Once connected, just ask your assistant anything from the examples above. It will automatically use the right Footstep tool and explain the results.

Tips

  • Be specific about how you want to travel. “Walking directions” and “cycling directions” give different results - cycling accounts for bike lanes and road surfaces, walking accounts for footpaths and stairs.
  • Mention terrain if you care about it. Ask “what’s the flattest route?” or “how hilly is this?” and the assistant will include elevation and difficulty information.
  • Give coordinates if you have them. You can mix place names and coordinates: “Directions from 51.53, -0.12 to Tower Bridge”.
  • Ask follow-up questions. After getting directions, you can ask “is there a flatter alternative?” or “how about by bike instead?”.

Map-rendering clients

If you’re building a chat app that renders Footstep results on a map (deck.gl, MapLibre, Leaflet, Mapbox, Cesium…), the response is already shaped for you. Every renderer-aware tool returns a render array of framework-agnostic GeoJSON layer descriptors — drop them straight into your map library, no decoder required:
const result = await tools.get_directions.execute({
  locations: [{ lat: 51.5, lon: -0.1 }, { lat: 55.95, lon: -3.19 }],
});

for (const layer of result.render ?? []) {
  // layer.kind: "linestring" | "point" | "polygon" | "h3-cells" | …
  // layer.data: GeoJSON Feature / FeatureCollection (or kind-specific shape)
  // layer.bbox: [minLng, minLat, maxLng, maxLat]
  myMap.addLayer(layer);
}
See render envelopes for the full kind taxonomy and per-library examples.

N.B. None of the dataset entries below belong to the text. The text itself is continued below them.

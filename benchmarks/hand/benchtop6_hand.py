"""Hand-written closed-form inverse kinematics of the demo arm examples/benchtop6.toml, in pure Python.

The yardstick that benchmarks/bench_speed.py times the generated Python solver against. Written by
hand, not by ikgen, and independently of its generator; the same formulas as benchtop6_hand.c, where
the method (wrist-centre decoupling, Pieper 1968; planar two-link law of cosines with atan2; a
ZYZ-type wrist; Spong, Hutchinson and Vidyasagar, Robot Modeling and Control, 1st ed., sec. 5.3, and
Craig, Introduction to Robotics, 3rd ed., sec. 4.7, section numbers from memory) and the derivation
for this DH table are written out.

``inverse(pose)`` takes a row-major 4x4 tool pose (nested sequences, mm) and returns every
closed-form solution, joint limits ignored, as a list of 6-tuples of readings in degrees, each in
(-180, 180]; an empty list when the pose is out of reach or holds a NaN or an infinity.
``inverse_full(pose)`` returns the same solutions in the same order with what ikgen's full call
returns beside the readings, for the side-by-side timing of that call: a HandSolution each,
(readings, labels, singular, conditioning, within_limits), the labels as ikgen names them and its
measures as it defines them (docs/solvers.md, docs/derivation.md), computed from this solver's own
quantities where they are known. It repeats inverse's lines rather than sharing them, so that
neither pays for the other's outputs (benchtop6_hand.c does the same with one source built twice).
Imports only ``math``.

Safety: a benchmark yardstick, not a product. Check every solution in simulation before moving a
real arm; limits and collisions are the integrator's job (ISO 10218-1/-2, ISO/TS 15066).
"""

from math import atan2, sqrt

R2D = 57.295779513082321          # 180 / pi
PHI_DEG = 85.236358309273826      # atan2(240, 20) in degrees: the elbow offset a3 = 20 against d4 = 240
L3_SQ = 58000.0                   # 20^2 + 240^2
REACH_SLACK = 1e-9 * L3_SQ        # S^2 this far below 0 is rounding: arm stretched or folded
WRIST_FREE = 1e-12                # sin(th5) below this: joints 4 and 6 share one axis
# inverse_full: ikgen's reach measure for this arm, the wrist centre's distance from axis 1 over
# sqrt(1e5) mm (its typical squared size rounded to a power of ten, as ikgen's derivation prints);
# the elbow's is |sin| of the elbow's angle from full stretch, S / L3; the wrist's |sin(th5)|
REACH_GAIN = 0.0031622776601683794
INV_L3 = 1.0 / 240.83189157584592  # 1 / sqrt(58000)
# every configuration, [reach][elbow][wrist bend], with the first value of each label first
CONFIGS = tuple(tuple(tuple((reach, elbow, bend) for bend in ("bend_positive", "bend_negative"))
                      for elbow in ("elbow_up", "elbow_down")) for reach in ("reach_forward", "reach_backward"))


def inverse(pose, atan2=atan2, sqrt=sqrt):
    """Every closed-form solution of a tool pose (see the module docstring); atan2 and sqrt are
    bound as defaults because local names are faster to look up than globals in CPython."""
    # atan2(...) * R2D lies in [-180, 180] (180/pi * pi rounds to 180 exactly), so a reading needs at
    # most one comparison to land in (-180, 180]; helpers are inlined: a call costs more than the maths
    (xx, yx, zx, px), (xy, yy, zy, py), (xz, yz, zz, pz) = pose[0], pose[1], pose[2]
    probe = xx + yx + zx + px + xy + yy + zy + py + xz + yz + zz + pz
    if probe - probe != 0.0:
        return []
    wx, wy, wz = px - 165.0 * zx, py - 165.0 * zy, pz - 165.0 * zz
    rr = wx * wx + wy * wy
    y1 = 220.0 - wz
    if rr > 1e-24:
        r = sqrt(rr)
        c1, s1 = wx / r, wy / r
        q1 = atan2(wy, wx) * R2D
        if q1 <= -180.0:
            q1 = 180.0
        sides = ((r, 1.0, q1), (-r, -1.0, q1 - 180.0 if q1 > 0.0 else q1 + 180.0))
    else:  # wrist centre on axis 1: joint 1 is free, keep it at 0
        c1, s1 = 1.0, 0.0
        sides = ((0.0, 1.0, 0.0),)
    # pose columns seen from joint 1 (shoulder side 1; side 2 negates them)
    az1, bz1 = c1 * zx + s1 * zy, s1 * zx - c1 * zy
    ax1, bx1 = c1 * xx + s1 * xy, s1 * xx - c1 * xy
    ay1, by1 = c1 * yx + s1 * yy, s1 * yx - c1 * yy
    out = []
    for r, sign, q1 in sides:
        x1 = r - 25.0
        rho2 = x1 * x1 + y1 * y1
        k = (rho2 - 125600.0) * (1.0 / 520.0)
        ss = L3_SQ - k * k
        if ss < 0.0:
            if ss < -REACH_SLACK:
                continue  # out of reach on this side
            ss = 0.0
        s = sqrt(ss)
        th3 = atan2(s, k) * R2D  # th3 + phi of the first elbow, in [0, 180]; the other elbow has -th3
        q3b = -th3 - PHI_DEG
        if q3b <= -180.0:
            q3b += 360.0
        az, bz, ax, ay = sign * az1, sign * bz1, sign * ax1, sign * ay1
        u = 260.0 + k
        scale = 1.0 / (rho2 * L3_SQ)
        for v, q3 in ((s, th3 - PHI_DEG), (-s, q3b)):
            # cos and sin of th2 times rho2, of th3 times L3^2: atan2 needs no division, c23 and s23 one
            c2, s2 = u * x1 + v * y1, u * y1 - v * x1
            c3, s3 = 20.0 * k + 240.0 * v, 20.0 * v - 240.0 * k
            c23, s23 = (c2 * c3 - s2 * s3) * scale, (s2 * c3 + c2 * s3) * scale
            q2 = atan2(s2, c2) * R2D + 90.0
            if q2 > 180.0:
                q2 -= 360.0
            # wrist: R36 = R03^T R, entries m13, m23 (= bz), m33, m31, m32
            m13 = c23 * az - s23 * zz
            s5 = sqrt(m13 * m13 + bz * bz)
            if s5 > WRIST_FREE:
                q4 = atan2(-bz, -m13) * R2D
                q5 = atan2(s5, -s23 * az - c23 * zz) * R2D
                q6 = atan2(s23 * ay + c23 * yz, -s23 * ax - c23 * xz) * R2D
                if q4 <= -180.0:
                    q4 = 180.0
                if q6 <= -180.0:
                    q6 = 180.0
                q5b = -q5
            else:  # joints 4 and 6 on one axis: keep joint 4 at 0, th6 = atan2(m21, m22)
                q4, q5 = 0.0, (0.0 if -s23 * az - c23 * zz > 0.0 else 180.0)
                q5b = q5  # 0 and 180 are their own negatives in (-180, 180]
                q6 = atan2(sign * bx1, sign * by1) * R2D
                if q6 <= -180.0:
                    q6 = 180.0
            out += ((q1, q2, q3, q4, q5, q6),
                    (q1, q2, q3, q4 - 180.0 if q4 > 0.0 else q4 + 180.0, q5b, q6 - 180.0 if q6 > 0.0 else q6 + 180.0))
    return out


class HandSolution(tuple):
    """(joints, config, singular, conditioning, within_limits), with those names as properties."""

    __slots__ = ()

    @property
    def joints(self):
        return self[0]

    @property
    def config(self):
        return self[1]

    @property
    def singular(self):
        return self[2]

    @property
    def conditioning(self):
        return self[3]

    @property
    def within_limits(self):
        return self[4]


def inverse_full(pose, atan2=atan2, sqrt=sqrt, row=HandSolution):
    """inverse's solutions, in its order, each a HandSolution: the labels from prebuilt tuples
    picked where they are known (the reach per shoulder side, the elbow per elbow, the wrist bend
    per row), singular when joint 1 is free, the elbow's roots coincide or joints 4 and 6 share an
    axis, the conditioning measures (reach, elbow, wrist), and whether every reading lies within
    the joint limits of examples/benchtop6.toml (joints 4 and 6 can turn a whole turn)."""
    (xx, yx, zx, px), (xy, yy, zy, py), (xz, yz, zz, pz) = pose[0], pose[1], pose[2]
    probe = xx + yx + zx + px + xy + yy + zy + py + xz + yz + zz + pz
    if probe - probe != 0.0:
        return []
    wx, wy, wz = px - 165.0 * zx, py - 165.0 * zy, pz - 165.0 * zz
    rr = wx * wx + wy * wy
    y1 = 220.0 - wz
    if rr > 1e-24:
        r = sqrt(rr)
        c1, s1 = wx / r, wy / r
        q1 = atan2(wy, wx) * R2D
        if q1 <= -180.0:
            q1 = 180.0
        sides = ((r, 1.0, q1, CONFIGS[0]), (-r, -1.0, q1 - 180.0 if q1 > 0.0 else q1 + 180.0, CONFIGS[1]))
        free1 = False
    else:  # wrist centre on axis 1: joint 1 is free, keep it at 0
        c1, s1, r = 1.0, 0.0, 0.0
        sides = ((0.0, 1.0, 0.0, CONFIGS[0]),)
        free1 = True
    reach_measure = r * REACH_GAIN
    az1, bz1 = c1 * zx + s1 * zy, s1 * zx - c1 * zy
    ax1, bx1 = c1 * xx + s1 * xy, s1 * xx - c1 * xy
    ay1, by1 = c1 * yx + s1 * yy, s1 * yx - c1 * yy
    out = []
    for r, sign, q1, side in sides:
        x1 = r - 25.0
        rho2 = x1 * x1 + y1 * y1
        k = (rho2 - 125600.0) * (1.0 / 520.0)
        ss = L3_SQ - k * k
        if ss < 0.0:
            if ss < -REACH_SLACK:
                continue
            ss = 0.0
        s = sqrt(ss)
        th3 = atan2(s, k) * R2D
        q3b = -th3 - PHI_DEG
        if q3b <= -180.0:
            q3b += 360.0
        az, bz, ax, ay = sign * az1, sign * bz1, sign * ax1, sign * ay1
        u = 260.0 + k
        scale = 1.0 / (rho2 * L3_SQ)
        arm_singular = free1 or ss == 0.0
        elbow_measure = s * INV_L3
        in1 = -170.0 <= q1 <= 170.0
        for v, q3, configs in ((s, th3 - PHI_DEG, side[0]), (-s, q3b, side[1])):
            c2, s2 = u * x1 + v * y1, u * y1 - v * x1
            c3, s3 = 20.0 * k + 240.0 * v, 20.0 * v - 240.0 * k
            c23, s23 = (c2 * c3 - s2 * s3) * scale, (s2 * c3 + c2 * s3) * scale
            q2 = atan2(s2, c2) * R2D + 90.0
            if q2 > 180.0:
                q2 -= 360.0
            m13 = c23 * az - s23 * zz
            s5 = sqrt(m13 * m13 + bz * bz)
            if s5 > WRIST_FREE:
                q4 = atan2(-bz, -m13) * R2D
                q5 = atan2(s5, -s23 * az - c23 * zz) * R2D
                q6 = atan2(s23 * ay + c23 * yz, -s23 * ax - c23 * xz) * R2D
                if q4 <= -180.0:
                    q4 = 180.0
                if q6 <= -180.0:
                    q6 = 180.0
                q5b = -q5
                singular = arm_singular
            else:
                q4, q5 = 0.0, (0.0 if -s23 * az - c23 * zz > 0.0 else 180.0)
                q5b = q5
                q6 = atan2(sign * bx1, sign * by1) * R2D
                if q6 <= -180.0:
                    q6 = 180.0
                singular = True
            conditioning = (reach_measure, elbow_measure, s5)
            inside = in1 and -120.0 <= q2 <= 120.0 and -150.0 <= q3 <= 150.0
            out += (row(((q1, q2, q3, q4, q5, q6), configs[0], singular, conditioning,
                         inside and -125.0 <= q5 <= 125.0)),
                    row(((q1, q2, q3, q4 - 180.0 if q4 > 0.0 else q4 + 180.0, q5b,
                          q6 - 180.0 if q6 > 0.0 else q6 + 180.0), configs[1], singular, conditioning,
                         inside and -125.0 <= q5b <= 125.0)))
    return out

Token-conscious LLM agents

Standalone chat agents that don’t render maps (Claude Desktop, terminal CLIs, text-only chatbots) can pass compact: true on every tool call to suppress geometry, render envelopes, elevation samples, and full hex grids — leaving only summary fields:
import { experimental_createMCPClient } from "ai";

const mcpClient = await experimental_createMCPClient({
  transport: {
    type: "sse",
    url: "https://mcp.footstep.ai",
    headers: { "x-api-key": process.env.FOOTSTEP_API_KEY! },
  },
});

const rawTools = await mcpClient.tools();

// Set `compact: true` on every tool call to receive summary-only responses.
const tools = Object.fromEntries(
  Object.entries(rawTools).map(([name, tool]) => [
    name,
    {
      ...tool,
      execute: (args: Record<string, unknown>, opts: unknown) =>
        tool.execute({ ...args, compact: true }, opts),
    },
  ]),
);
See response defaults & controls for the full flag matrix.